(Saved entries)

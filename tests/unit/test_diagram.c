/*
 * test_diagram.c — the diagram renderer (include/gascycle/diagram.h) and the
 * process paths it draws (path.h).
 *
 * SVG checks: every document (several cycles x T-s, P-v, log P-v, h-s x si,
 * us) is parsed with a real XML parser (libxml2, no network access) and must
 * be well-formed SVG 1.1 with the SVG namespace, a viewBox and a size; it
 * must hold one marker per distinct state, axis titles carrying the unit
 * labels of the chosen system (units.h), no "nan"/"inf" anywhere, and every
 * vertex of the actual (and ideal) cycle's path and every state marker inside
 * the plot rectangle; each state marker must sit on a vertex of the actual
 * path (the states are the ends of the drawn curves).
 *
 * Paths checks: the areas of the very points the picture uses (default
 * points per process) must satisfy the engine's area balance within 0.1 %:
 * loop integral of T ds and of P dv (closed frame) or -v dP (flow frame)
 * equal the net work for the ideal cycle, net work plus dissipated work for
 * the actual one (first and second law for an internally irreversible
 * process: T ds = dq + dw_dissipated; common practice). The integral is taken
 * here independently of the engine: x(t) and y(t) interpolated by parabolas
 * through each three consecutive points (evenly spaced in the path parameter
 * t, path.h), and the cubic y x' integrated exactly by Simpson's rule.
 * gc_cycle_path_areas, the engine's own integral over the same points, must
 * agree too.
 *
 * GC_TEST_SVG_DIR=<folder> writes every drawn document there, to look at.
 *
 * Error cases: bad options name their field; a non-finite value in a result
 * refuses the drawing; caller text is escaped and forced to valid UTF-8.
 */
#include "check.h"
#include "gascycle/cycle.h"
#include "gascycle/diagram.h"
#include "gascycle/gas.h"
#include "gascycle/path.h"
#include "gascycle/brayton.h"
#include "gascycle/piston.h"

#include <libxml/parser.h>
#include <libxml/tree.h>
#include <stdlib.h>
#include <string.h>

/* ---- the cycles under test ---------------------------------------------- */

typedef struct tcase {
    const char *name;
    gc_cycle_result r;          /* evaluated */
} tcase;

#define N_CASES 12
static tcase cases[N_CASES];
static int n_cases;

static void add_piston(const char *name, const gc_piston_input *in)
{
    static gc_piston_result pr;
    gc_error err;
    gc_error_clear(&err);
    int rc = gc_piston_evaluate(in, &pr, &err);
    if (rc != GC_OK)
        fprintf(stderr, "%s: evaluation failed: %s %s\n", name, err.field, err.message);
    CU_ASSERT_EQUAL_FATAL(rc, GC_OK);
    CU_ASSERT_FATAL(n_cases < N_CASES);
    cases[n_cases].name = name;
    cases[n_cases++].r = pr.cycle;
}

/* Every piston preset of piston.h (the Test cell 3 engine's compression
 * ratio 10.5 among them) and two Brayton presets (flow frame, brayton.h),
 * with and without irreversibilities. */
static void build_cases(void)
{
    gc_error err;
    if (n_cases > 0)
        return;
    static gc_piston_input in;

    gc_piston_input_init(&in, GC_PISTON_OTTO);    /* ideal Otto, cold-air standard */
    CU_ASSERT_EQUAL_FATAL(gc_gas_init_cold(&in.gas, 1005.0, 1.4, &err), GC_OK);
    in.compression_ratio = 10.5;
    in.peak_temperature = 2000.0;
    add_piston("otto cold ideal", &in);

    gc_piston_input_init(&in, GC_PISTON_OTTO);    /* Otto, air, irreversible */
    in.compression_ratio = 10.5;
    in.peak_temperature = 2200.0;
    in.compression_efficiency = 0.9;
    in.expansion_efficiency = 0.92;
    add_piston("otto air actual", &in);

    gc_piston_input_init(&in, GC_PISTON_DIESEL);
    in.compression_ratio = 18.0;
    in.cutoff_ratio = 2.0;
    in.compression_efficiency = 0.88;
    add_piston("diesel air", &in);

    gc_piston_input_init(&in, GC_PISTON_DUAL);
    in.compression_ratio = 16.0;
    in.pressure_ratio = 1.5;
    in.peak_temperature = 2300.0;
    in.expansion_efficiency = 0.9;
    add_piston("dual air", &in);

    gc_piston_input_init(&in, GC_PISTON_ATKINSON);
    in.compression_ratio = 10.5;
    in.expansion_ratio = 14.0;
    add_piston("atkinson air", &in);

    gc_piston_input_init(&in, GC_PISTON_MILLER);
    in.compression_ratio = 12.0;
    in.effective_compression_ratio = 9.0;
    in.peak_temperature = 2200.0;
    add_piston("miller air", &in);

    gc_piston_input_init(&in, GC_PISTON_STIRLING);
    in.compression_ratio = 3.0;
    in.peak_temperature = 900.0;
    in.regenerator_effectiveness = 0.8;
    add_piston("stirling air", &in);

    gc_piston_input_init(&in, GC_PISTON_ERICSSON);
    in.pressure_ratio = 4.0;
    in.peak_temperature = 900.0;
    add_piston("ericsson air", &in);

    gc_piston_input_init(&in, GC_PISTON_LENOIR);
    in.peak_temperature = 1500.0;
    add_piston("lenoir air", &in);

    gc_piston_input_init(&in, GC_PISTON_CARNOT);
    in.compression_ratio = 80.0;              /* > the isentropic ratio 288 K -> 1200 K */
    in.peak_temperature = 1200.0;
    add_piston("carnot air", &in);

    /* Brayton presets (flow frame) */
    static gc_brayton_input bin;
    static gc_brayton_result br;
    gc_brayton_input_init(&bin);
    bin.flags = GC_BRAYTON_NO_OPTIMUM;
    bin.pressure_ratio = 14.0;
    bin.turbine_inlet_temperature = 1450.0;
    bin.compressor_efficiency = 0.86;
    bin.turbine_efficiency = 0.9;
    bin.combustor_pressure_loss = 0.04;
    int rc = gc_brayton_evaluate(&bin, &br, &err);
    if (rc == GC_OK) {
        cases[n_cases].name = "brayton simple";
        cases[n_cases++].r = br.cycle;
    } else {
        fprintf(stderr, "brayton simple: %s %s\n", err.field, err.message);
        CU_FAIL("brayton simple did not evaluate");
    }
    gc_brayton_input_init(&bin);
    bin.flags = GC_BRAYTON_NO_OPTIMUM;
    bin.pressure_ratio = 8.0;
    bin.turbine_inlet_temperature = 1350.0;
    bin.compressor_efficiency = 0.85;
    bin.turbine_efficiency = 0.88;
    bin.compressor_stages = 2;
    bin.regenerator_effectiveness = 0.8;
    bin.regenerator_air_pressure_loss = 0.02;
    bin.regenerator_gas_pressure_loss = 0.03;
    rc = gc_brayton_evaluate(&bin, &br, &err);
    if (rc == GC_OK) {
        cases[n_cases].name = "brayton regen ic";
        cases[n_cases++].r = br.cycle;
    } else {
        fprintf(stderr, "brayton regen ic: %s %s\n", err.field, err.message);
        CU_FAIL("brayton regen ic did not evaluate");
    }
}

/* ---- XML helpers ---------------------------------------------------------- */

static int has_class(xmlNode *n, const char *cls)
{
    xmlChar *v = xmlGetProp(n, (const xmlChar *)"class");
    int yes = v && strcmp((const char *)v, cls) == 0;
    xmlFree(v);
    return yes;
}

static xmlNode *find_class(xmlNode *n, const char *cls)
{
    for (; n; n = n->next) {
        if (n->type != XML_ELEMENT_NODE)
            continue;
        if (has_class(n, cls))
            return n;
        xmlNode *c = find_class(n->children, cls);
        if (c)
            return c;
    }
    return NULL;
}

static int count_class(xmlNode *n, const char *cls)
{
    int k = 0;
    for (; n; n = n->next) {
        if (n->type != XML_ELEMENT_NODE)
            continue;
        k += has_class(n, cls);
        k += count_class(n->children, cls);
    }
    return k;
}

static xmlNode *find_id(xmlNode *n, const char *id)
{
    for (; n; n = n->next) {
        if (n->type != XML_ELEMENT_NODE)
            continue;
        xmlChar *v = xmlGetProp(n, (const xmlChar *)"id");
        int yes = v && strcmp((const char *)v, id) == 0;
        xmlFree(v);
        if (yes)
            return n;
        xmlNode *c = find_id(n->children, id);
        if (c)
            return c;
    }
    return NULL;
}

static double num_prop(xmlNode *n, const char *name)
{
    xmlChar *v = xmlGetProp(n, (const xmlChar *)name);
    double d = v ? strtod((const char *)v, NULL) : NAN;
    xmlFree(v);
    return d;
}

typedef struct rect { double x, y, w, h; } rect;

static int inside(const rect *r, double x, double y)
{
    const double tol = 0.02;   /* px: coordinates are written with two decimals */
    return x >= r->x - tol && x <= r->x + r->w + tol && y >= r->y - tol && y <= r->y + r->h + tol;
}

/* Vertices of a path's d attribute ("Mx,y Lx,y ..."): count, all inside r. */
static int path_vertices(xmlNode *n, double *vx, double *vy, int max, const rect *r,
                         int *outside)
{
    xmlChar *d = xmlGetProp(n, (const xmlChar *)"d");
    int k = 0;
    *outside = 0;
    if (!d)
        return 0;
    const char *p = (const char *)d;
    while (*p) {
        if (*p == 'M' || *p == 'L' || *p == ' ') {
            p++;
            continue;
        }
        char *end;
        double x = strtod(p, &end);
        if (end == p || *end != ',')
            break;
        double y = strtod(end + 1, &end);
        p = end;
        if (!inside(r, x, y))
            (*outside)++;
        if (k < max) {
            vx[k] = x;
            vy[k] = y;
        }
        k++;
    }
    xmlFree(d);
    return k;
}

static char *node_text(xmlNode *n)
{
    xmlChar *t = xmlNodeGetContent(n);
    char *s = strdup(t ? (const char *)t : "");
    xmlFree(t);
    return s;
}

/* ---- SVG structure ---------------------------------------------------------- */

→ What is needed:
Take the records above and return, word for word, only the lines that fall from the line with "static gc_brayton_input bin;" to the line with "bin.compressor_stages = 2;", both of them included.

→ Task result:
    static gc_brayton_input bin;
    static gc_brayton_result br;
    gc_brayton_input_init(&bin);
    bin.flags = GC_BRAYTON_NO_OPTIMUM;
    bin.pressure_ratio = 14.0;
    bin.turbine_inlet_temperature = 1450.0;
    bin.compressor_efficiency = 0.86;
    bin.turbine_efficiency = 0.9;
    bin.combustor_pressure_loss = 0.04;
    int rc = gc_brayton_evaluate(&bin, &br, &err);
    if (rc == GC_OK) {
        cases[n_cases].name = "brayton simple";
        cases[n_cases++].r = br.cycle;
    } else {
        fprintf(stderr, "brayton simple: %s %s\n", err.field, err.message);
        CU_FAIL("brayton simple did not evaluate");
    }
    gc_brayton_input_init(&bin);
    bin.flags = GC_BRAYTON_NO_OPTIMUM;
    bin.pressure_ratio = 8.0;
    bin.turbine_inlet_temperature = 1350.0;
    bin.compressor_efficiency = 0.85;
    bin.turbine_efficiency = 0.88;
    bin.compressor_stages = 2;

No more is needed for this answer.